Clinical correlation analysis of ARGscore and establishing nomogram for prognosis
To determine the relationship between ARGscore and clinicopathological features, we discussed the relationship between ARGscore and stage, grade, T, N, M, and survival status. We found that the higher the T stage, the higher the risk score (Fig. 6A-J). Furthermore, we performed univariate Cox and multivariate Cox analyses to explore the prognostic independence of multiple clinical factors. The results showed significant differences in risk scores (Fig. 6K-J), which were independent prognostic factors.
Since risk scores are highly correlated with patient prognosis, we built a nomogram combining clinical parameters (Fig. 6M). This nomogram was used to assess patients' OS at 1, 3, and 5 years. The calibration curve of the nomogram shows the essential accuracy between the actual observed and predicted values (Figure S3). In addition, we found that this predictive model with multiple clinical factors had a more significant net benefit in predicting prognosis.
Assessing TME and immune checkpoints in high- and low-risk groups
We explored the correlation between ARGscore and immune cells based on the results of the CIBERSORT analysis. Figure 7A shows that ARGscore was positively correlated with NK cells, mast cells, B cells, and eosinophils. It is inversely related to helper follicular T cells, CD8 T cells, CD4 T cells, M1 macrophages, dendritic cells, and neutrophils. We then investigated the correlation between the 12 genes that established the predicted ARGscore and immune cells. Most immune cells were found to be closely associated with the selected genes (Fig. 7B). In addition, we selected 22 genes associated with ICPs and assessed their expression between high and low-risk groups. The study showed that the expression of most ICPs was significantly different between the two groups (Fig. 7C). It indicated that the ARGscore has a guiding role in immunotherapy.
The relationship between ARGscore and TMB and immunotherapy
Numerous studies have demonstrated that TMB is a valuable predictor of tumor immune response.

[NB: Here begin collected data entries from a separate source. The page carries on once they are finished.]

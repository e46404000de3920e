//! Whole-file reads and outputs that never destroy what they replace. A leaf: it depends on
//! nothing in the crate but the error type and the memory ceiling.
//!
//! What an output path names decides how it is written:
//! - a new path or a regular file: written to a temporary file in the same folder, created
//!   exclusively under an unpredictable name (`.NAME.<random>.tmpPID`, mode 0666 less the
//!   umask), synced, then renamed over the path — readers see the old file or the new one;
//! - a symbolic link: resolved, and its final target written as above (the link stays);
//!   a link to nothing is refused;
//! - a character device or a FIFO (`/dev/null`, `/dev/stdout`, a named pipe), and `-`
//!   (standard output): written as a stream, never replaced;
//! - a folder, a socket or a block device: refused.

use crate::error::io_error;
use crate::{Error, Result};
use std::io::Write;
use std::path::{Path, PathBuf};

/// How one output is written.
enum Target {
    /// Replaced atomically (the path to replace: the link's target for a link).
    Replace(PathBuf),
    /// Written as a stream (a device, a FIFO, standard output).
    Stream(Option<PathBuf>),
}

fn folder_of(path: &Path) -> PathBuf {
    match path.parent() {
        Some(p) if !p.as_os_str().is_empty() => p.to_path_buf(),
        _ => PathBuf::from("."),
    }
}

/// What `path` names, checked; nothing is written.
fn target(path: &Path) -> Result<Target> {
    if path.as_os_str() == "-" {
        return Ok(Target::Stream(None));
    }
    let resolved = match std::fs::symlink_metadata(path) {
        Err(e) if e.kind() == std::io::ErrorKind::NotFound => {
            let dir = folder_of(path);
            if !dir.is_dir() {
                return Err(Error::input(format!(
                    "{}: folder {} does not exist",
                    path.display(),
                    dir.display()
                )));
            }
            return Ok(Target::Replace(path.to_path_buf()));
        }
        Err(e) => return Err(io_error(path, "write", e)),
        Ok(m) if m.file_type().is_symlink() => std::fs::canonicalize(path).map_err(|_| {
            Error::input(format!(
                "{}: is a symbolic link to a file that does not exist; give the path it should point to",
                path.display()
            ))
        })?,
        Ok(_) => path.to_path_buf(),
    };
    let m = std::fs::metadata(&resolved).map_err(|e| io_error(path, "write", e))?;
    let ft = m.file_type();
    if ft.is_file() {
        return Ok(Target::Replace(resolved));
    }
    if ft.is_dir() {
        return Err(Error::input(format!(
            "{}: is a folder; expected a file path",
            path.display()
        )));
    }
    #[cfg(unix)]
    {
        use std::os::unix::fs::FileTypeExt;
        if ft.is_char_device() || ft.is_fifo() {
            return Ok(Target::Stream(Some(resolved)));
        }
    }
    Err(Error::input(format!(
        "{}: is not a regular file, a character device or a pipe; refusing to write to it",
        path.display()
    )))
}

/// Writes `bytes` to a new temporary file beside `path` (exclusive, unpredictable name).
fn write_temp(path: &Path, bytes: &[u8]) -> Result<tempfile::TempPath> {
    let dir = folder_of(path);
    let name = path
        .file_name()
        .ok_or_else(|| Error::input(format!("{}: not a file path", path.display())))?;
    let prefix = format!(".{}.", name.to_string_lossy());
    let suffix = format!(".tmp{}", std::process::id());
    let mut b = tempfile::Builder::new();
    b.prefix(&prefix).suffix(&suffix).rand_bytes(12);
    #[cfg(unix)]
    {
        use std::os::unix::fs::PermissionsExt;
        b.permissions(std::fs::Permissions::from_mode(0o666));
    }
    let mut f = b
        .tempfile_in(&dir)
        .map_err(|e| io_error(path, "write", e))?;
    f.write_all(bytes)
        .and_then(|_| f.as_file().sync_all())
        .map_err(|e| io_error(path, "write", e))?;
    Ok(f.into_temp_path())
}

/// Checks, before any work, that `path` can be written as an output (`folder`: as a folder
/// written whole): what it names is acceptable (see the module notes) and its folder takes
/// a new file (a temporary one is created and removed). An unwritable output is bad input
/// (exit code 2) whatever the format.
pub fn check_writable(path: &Path, folder: bool) -> Result<()> {
    let dir = if folder {
        folder_of(path)
    } else {
        match target(path)? {
            Target::Stream(_) => return Ok(()),
            Target::Replace(p) => folder_of(&p),
        }
    };
    tempfile::Builder::new()
        .prefix(".kernelpress-check.")
        .suffix(&format!(".tmp{}", std::process::id()))
        .tempfile_in(&dir)
        .map(drop)
        .map_err(|e| {
            Error::input(format!(
                "{}: cannot write in folder {} ({}); choose a writable place",
                path.display(),
                dir.display(),
                e.kind()
            ))
        })
}

/// Writes `bytes` to `path` without destroying what `path` names (see the module notes). A
/// failure leaves no partial file behind.
pub fn write_atomic(path: &Path, bytes: &[u8]) -> Result<()> {
    write_all_atomic(&[(path, bytes)])
}

/// Writes several files all or none: every output is checked and every regular file first
/// written to its temporary name; only when all succeeded are they renamed into place, one
/// after the other, and then the streams written (on a failure every temporary file is
/// removed and nothing is published).
pub fn write_all_atomic(items: &[(&Path, &[u8])]) -> Result<()> {
    let targets: Vec<Target> = items
        .iter()
        .map(|(p, _)| target(p))
        .collect::<Result<_>>()?;
    let mut temps = Vec::new();
    for ((p, b), t) in items.iter().zip(&targets) {
        if let Target::Replace(real) = t {
            // Dropping the collected temporary paths on an error removes them.
            temps.push((write_temp(real, b)?, real.clone(), *p));
        }
    }
    for (tmp, real, p) in temps {
        tmp.persist(&real)
            .map_err(|e| io_error(p, "write", e.error))?;
    }
    for ((p, b), t) in items.iter().zip(&targets) {
        if let Target::Stream(dev) = t {
            let res = match dev {
                None => {
                    let mut o = std::io::stdout().lock();
                    o.write_all(b).and_then(|_| o.flush())
                }
                Some(d) => std::fs::OpenOptions::new()
                    .write(true)
                    .open(d)
                    .and_then(|mut f| f.write_all(b)),
            };
            res.map_err(|e| io_error(p, "write", e))?;
        }
    }
    Ok(())
}

/// Writes the files `(name, bytes)` as the folder `dir`, all or none: they are written
/// into a new temporary folder beside it (exclusive, unpredictable name), synced, and the
/// folder renamed into place in one step, so that a reader never sees some new files
/// beside some old ones. An existing `dir` is refused unless `replace` is true; then it is
/// moved aside, the new folder renamed in, and the old one removed. Returns the paths
/// written. A failure or an interrupt leaves at most a hidden temporary folder, which the
/// CLI's signal handler removes.
pub fn write_folder_atomic(
    dir: &Path,
    files: &[(String, Vec<u8>)],
    replace: bool,
) -> Result<Vec<PathBuf>> {
    let exists = match std::fs::symlink_metadata(dir) {
        Ok(m) if m.is_dir() => true,
        Ok(_) => {
            return Err(Error::input(format!(
                "{}: exists and is not a folder; this format writes a folder",
                dir.display()
            )))
        }
        Err(_) => false,
    };
    if exists && !replace {
        return Err(Error::input(format!(
            "{}: the folder exists; give a new folder, or --replace-folder to replace it whole",
            dir.display()
        )));
    }
    let parent = folder_of(dir);
    if !parent.is_dir() {
        return Err(Error::input(format!(
            "{}: folder {} does not exist",
            dir.display(),
            parent.display()
        )));
    }
    let name = dir
        .file_name()
        .ok_or_else(|| Error::input(format!("{}: not a folder path", dir.display())))?
        .to_string_lossy()
        .to_string();
    let suffix = format!(".tmp{}", std::process::id());
    let tmp = tempfile::Builder::new()
        .prefix(&format!(".{name}."))
        .suffix(&suffix)
        .rand_bytes(12)
        .tempdir_in(&parent)
        .map_err(|e| io_error(dir, "write", e))?;
    for (f, bytes) in files {
        let p = tmp.path().join(f);
        std::fs::File::create(&p)
            .and_then(|mut h| h.write_all(bytes).and_then(|_| h.sync_all()))
            .map_err(|e| io_error(&dir.join(f), "write", e))?;
    }
    let tmp = tmp.keep();
    let old = if exists {
        let aside = parent.join(format!(".{name}.old{suffix}"));
        std::fs::rename(dir, &aside).map_err(|e| {
            let _ = std::fs::remove_dir_all(&tmp);
            io_error(dir, "replace", e)
        })?;
        Some(aside)
    } else {
        None
    };
    if let Err(e) = std::fs::rename(&tmp, dir) {
        let _ = std::fs::remove_dir_all(&tmp);
        if let Some(o) = &old {
            let _ = std::fs::rename(o, dir);
        }
        return Err(io_error(dir, "write", e));
    }
    if let Some(o) = old {
        let _ = std::fs::remove_dir_all(o);
    }
    Ok(files.iter().map(|(f, _)| dir.join(f)).collect())
}

/// Reads a whole file, with an error naming it.
pub fn read_bytes(path: &Path) -> Result<Vec<u8>> {
    if path.is_dir() {
        return Err(Error::input(format!(
            "{}: is a folder, expected a file",
            path.display()
        )));
    }
    let meta = std::fs::metadata(path).map_err(|e| io_error(path, "read", e))?;
    if !meta.is_file() {
        return Err(Error::input(format!(
            "{}: is not a regular file (a device, a pipe or a socket); give a file",
            path.display()
        )));
    }
    let limit = crate::limits::max_memory();
    if meta.len() > limit {
        return Err(Error::input(format!(
            "{}: is {} bytes, more than the memory limit of {limit} bytes (raise it with --max-memory)",
            path.display(),
            meta.len()
        )));
    }
    std::fs::read(path).map_err(|e| io_error(path, "read", e))
}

High TMB can benefit from immune checkpoint inhibitors [14]. We compared the expression of TMB in high and low-risk groups. The results showed no significant differences and correlation between ARGscore and TMB (Fig. 8A-B). However, we divided the patients into a high TMB group and a low TMB group (TMB = 2.64 as the cut point). The high TMB group was discovered to have a better prognosis than the low TMB group (Fig. 8C). We then combined TMB and ARGscores for survival analysis of CESC patients. The ARGscore eliminated the prognostic benefit in the high TMB group (Fig. 8D).

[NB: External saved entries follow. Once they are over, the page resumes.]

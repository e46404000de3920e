//! NumPy `.npy` files (format versions 1–3): little-endian `f8`, `f4`, `i8`, `i4` arrays of
//! one or two dimensions, C or Fortran order. Header sizes are checked against the file
//! length before anything is allocated.

use crate::{Error, Result};
use ndarray::{Array1, Array2};
use std::path::Path;

/// A numeric array read from `.npy`, converted to `f64`.
#[derive(Debug, Clone)]
pub struct NpyArray {
    /// Shape (1 or 2 dimensions).
    pub shape: Vec<usize>,
    /// Values in C (row-major) order.
    pub data: Vec<f64>,
}

impl NpyArray {
    /// The array as `n × d` (a 1-D array becomes one column).
    pub fn into_2d(self, source: &str) -> Result<Array2<f64>> {
        let (r, c) = match self.shape.as_slice() {
            [n] => (*n, 1),
            [n, d] => (*n, *d),
            s => {
                return Err(Error::input(format!(
                    "{source}: array has shape {s:?}; expected 1 or 2 dimensions"
                )))
            }
        };
        Ok(Array2::from_shape_vec((r, c), self.data).expect("size checked"))
    }

    /// The array as a vector (1-D, or 2-D with one column or one row).
    pub fn into_1d(self, source: &str) -> Result<Array1<f64>> {
        match self.shape.as_slice() {
            [_] => Ok(Array1::from(self.data)),
            [_, 1] | [1, _] => Ok(Array1::from(self.data)),
            s => Err(Error::input(format!(
                "{source}: array has shape {s:?}; expected a vector"
            ))),
        }
    }
}

/// Reads a `.npy` file.
pub fn read_npy(path: &Path) -> Result<NpyArray> {
    let bytes = super::read_bytes(path)?;
    parse_npy(&bytes, &path.display().to_string())
}

fn bad(source: &str, what: impl std::fmt::Display) -> Error {
    Error::input(format!("{source}: not a valid .npy file: {what}"))
}

/// Parses `.npy` bytes; `source` names them in errors.
pub fn parse_npy(b: &[u8], source: &str) -> Result<NpyArray> {
    if b.is_empty() {
        return Err(Error::input(format!(
            "{source}: file is empty; expected a .npy array"
        )));
    }
    if b.len() < 10 || &b[..6] != b"\x93NUMPY" {
        return Err(bad(source, "missing the \\x93NUMPY magic"));
    }
    let major = b[6];
    let (hlen, start) = match major {
        1 => (u16::from_le_bytes([b[8], b[9]]) as usize, 10),
        2 | 3 => {
            if b.len() < 12 {
                return Err(bad(source, "truncated header"));
            }
            (u32::from_le_bytes([b[8], b[9], b[10], b[11]]) as usize, 12)
        }
        v => return Err(bad(source, format!("unsupported format version {v}"))),
    };
    if start + hlen > b.len() {
        return Err(bad(
            source,
            format!("header claims {hlen} bytes but the file has {}", b.len()),
        ));
    }
    let header = std::str::from_utf8(&b[start..start + hlen])
        .map_err(|_| bad(source, "header is not text"))?;
    let descr = dict_value(header, "descr").ok_or_else(|| bad(source, "no 'descr' in header"))?;
    let descr = descr.trim_matches(|c| c == '\'' || c == '"');
    let (size, kind) = match descr {
        "<f8" | "f8" => (8, 'f'),
        "<f4" | "f4" => (4, 'f'),
        "<i8" | "i8" => (8, 'i'),
        "<i4" | "i4" => (4, 'i'),
        other => return Err(Error::input(dtype_message(source, other))),
    };
    let fortran = dict_value(header, "fortran_order")
        .map(|v| v.trim() == "True")
        .unwrap_or(false);
    let shape_s = dict_value(header, "shape").ok_or_else(|| bad(source, "no 'shape' in header"))?;
    let shape: Vec<usize> = shape_s
        .trim_matches(|c| c == '(' || c == ')')
        .split(',')
        .map(|s| s.trim())
        .filter(|s| !s.is_empty())
        .map(|s| s.parse::<usize>())
        .collect::<std::result::Result<_, _>>()
        .map_err(|_| bad(source, format!("shape {shape_s} is not a list of sizes")))?;
    if shape.is_empty() || shape.len() > 2 {
        return Err(Error::input(shape_message(source, &shape)));
    }
    let count = shape
        .iter()
        .try_fold(1usize, |a, &s| a.checked_mul(s))
        .ok_or_else(|| bad(source, "shape overflows"))?;
    let body = &b[start + hlen..];
    let need = count
        .checked_mul(size)
        .ok_or_else(|| bad(source, "shape overflows"))?;
    if body.len() != need {
        return Err(bad(
            source,
            format!(
                "shape {shape:?} needs {need} data bytes but the file has {} (truncated or corrupted)",
                body.len()
            ),
        ));
    }
    let mut data: Vec<f64> = body
        .chunks_exact(size)
        .map(|c| match (kind, size) {
            ('f', 8) => f64::from_le_bytes(c.try_into().unwrap()),
            ('f', _) => f32::from_le_bytes(c.try_into().unwrap()) as f64,
            (_, 8) => i64::from_le_bytes(c.try_into().unwrap()) as f64,
            _ => i32::from_le_bytes(c.try_into().unwrap()) as f64,
        })
        .collect();
    if fortran && shape.len() == 2 {
        let (r, c) = (shape[0], shape[1]);
        let mut t = vec![0.0; data.len()];
        for j in 0..c {
            for i in 0..r {
                t[i * c + j] = data[j * r + i];
            }
        }
        data = t;
    }
    if let Some(i) = data.iter().position(|v| !v.is_finite()) {
        let cols = if shape.len() == 2 { shape[1] } else { 1 };
        return Err(Error::input(not_finite_message(
            source,
            i / cols,
            i % cols,
            data[i],
        )));
    }
    Ok(NpyArray { shape, data })
}

/// The message for an array of a type the readers do not take (`descr` as NumPy writes
/// it, e.g. `<U3`); shared by the `.npy` reader and the Python binding.
pub fn dtype_message(source: &str, descr: &str) -> String {
    format!("{source}: dtype '{descr}' is not supported; expected little-endian float64 or float32")
}

/// The message for an array of neither one nor two dimensions.
pub fn shape_message(source: &str, shape: &[usize]) -> String {
    format!("{source}: array has shape {shape:?}; expected 1 or 2 dimensions")
}

/// The message for a value that is not finite at (0-based) `row`, `col` of a batch.
pub fn not_finite_message(source: &str, row: usize, col: usize, v: f64) -> String {
    format!(
        "{source}: row {}, feature {col}: value {v} is not finite",
        row + 1
    )
}

fn dict_value<'a>(header: &'a str, key: &str) -> Option<&'a str> {
    let k1 = format!("'{key}'");
    let at = header.find(&k1)? + k1.len();
    let rest = header[at..].trim_start().strip_prefix(':')?.trim_start();
    if rest.starts_with('(') {
        let end = rest.find(')')?;
        Some(&rest[..=end])
    } else {
        let end = rest.find(',').or_else(|| rest.find('}'))?;
        Some(rest[..end].trim())
    }
}

fn npy_bytes(shape: &[usize], descr: &str, body: Vec<u8>) -> Vec<u8> {
    let shape_s = match shape {
        [n] => format!("({n},)"),
        s => format!(
            "({})",
            s.iter()
                .map(|v| v.to_string())
                .collect::<Vec<_>>()
                .join(", ")
        ),
    };
    let mut h = format!("{{'descr': '{descr}', 'fortran_order': False, 'shape': {shape_s}, }}");
    let total = 10 + h.len() + 1;
    let pad = (64 - total % 64) % 64;
    h.push_str(&" ".repeat(pad));
    h.push('\n');
    let mut out = Vec::with_capacity(10 + h.len() + body.len());
    out.extend_from_slice(b"\x93NUMPY\x01\x00");
    out.extend_from_slice(&(h.len() as u16).to_le_bytes());
    out.extend_from_slice(h.as_bytes());
    out.extend_from_slice(&body);
    out
}

/// Writes a float64 array (shape `shape`, C order) to `path` atomically.
pub fn write_npy_f64(path: &Path, shape: &[usize], data: &[f64]) -> Result<()> {
    let body = data.iter().flat_map(|v| v.to_le_bytes()).collect();
    super::write_atomic(path, &npy_bytes(shape, "<f8", body))
}

/// Writes a float32 array (shape `shape`, C order) to `path` atomically.
pub fn write_npy_f32(path: &Path, shape: &[usize], data: &[f32]) -> Result<()> {
    let body = data.iter().flat_map(|v| v.to_le_bytes()).collect();
    super::write_atomic(path, &npy_bytes(shape, "<f4", body))
}

#[cfg(test)]
mod tests {
    use super::*;

    #[test]
    fn round_trip_and_bad_sizes() {
        let body: Vec<u8> = [1.0f64, 2.0, 3.0, 4.0, 5.0, 6.0]
            .iter()
            .flat_map(|v| v.to_le_bytes())
            .collect();
        let b = npy_bytes(&[2, 3], "<f8", body);
        assert_eq!((10 + u16::from_le_bytes([b[8], b[9]]) as usize) % 64, 0);
        let a = parse_npy(&b, "t.npy").unwrap();
        assert_eq!(a.shape, vec![2, 3]);
        assert_eq!(a.data[5], 6.0);
        // truncated
        let e = parse_npy(&b[..b.len() - 3], "t.npy").unwrap_err();
        assert!(e.to_string().contains("truncated"), "{e}");
        // absurd shape: checked before allocating
        let huge = npy_bytes(&[1 << 40, 1 << 30], "<f8", vec![]);
        assert!(parse_npy(&huge, "t.npy").is_err());
        assert!(parse_npy(b"hello", "t.npy").is_err());
    }
}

Immunotherapy is of great clinical value in the treatment of tumors. Nevertheless, only some patients are responders to immunotherapy. TIDE algorithm is a Method using induction of T cell dysfunction in tumors with high infiltrating cytotoxic T cells (CTL) and prevention of T cell infiltration in tumors with low infiltrating cytotoxic T cells. It can mimic the tumor immune escape mechanism to predict the response to tumor immunotherapy[15]. We calculated TIDE scores to assess the immune response of CESC patients. The findings displayed a higher TIDE score in the low-risk group than in the high-risk group (Fig. 8E). It was indicated that the high-risk group responds less to immunotherapy than the low-risk group. The low-risk group is more likely to benefit from immunotherapy.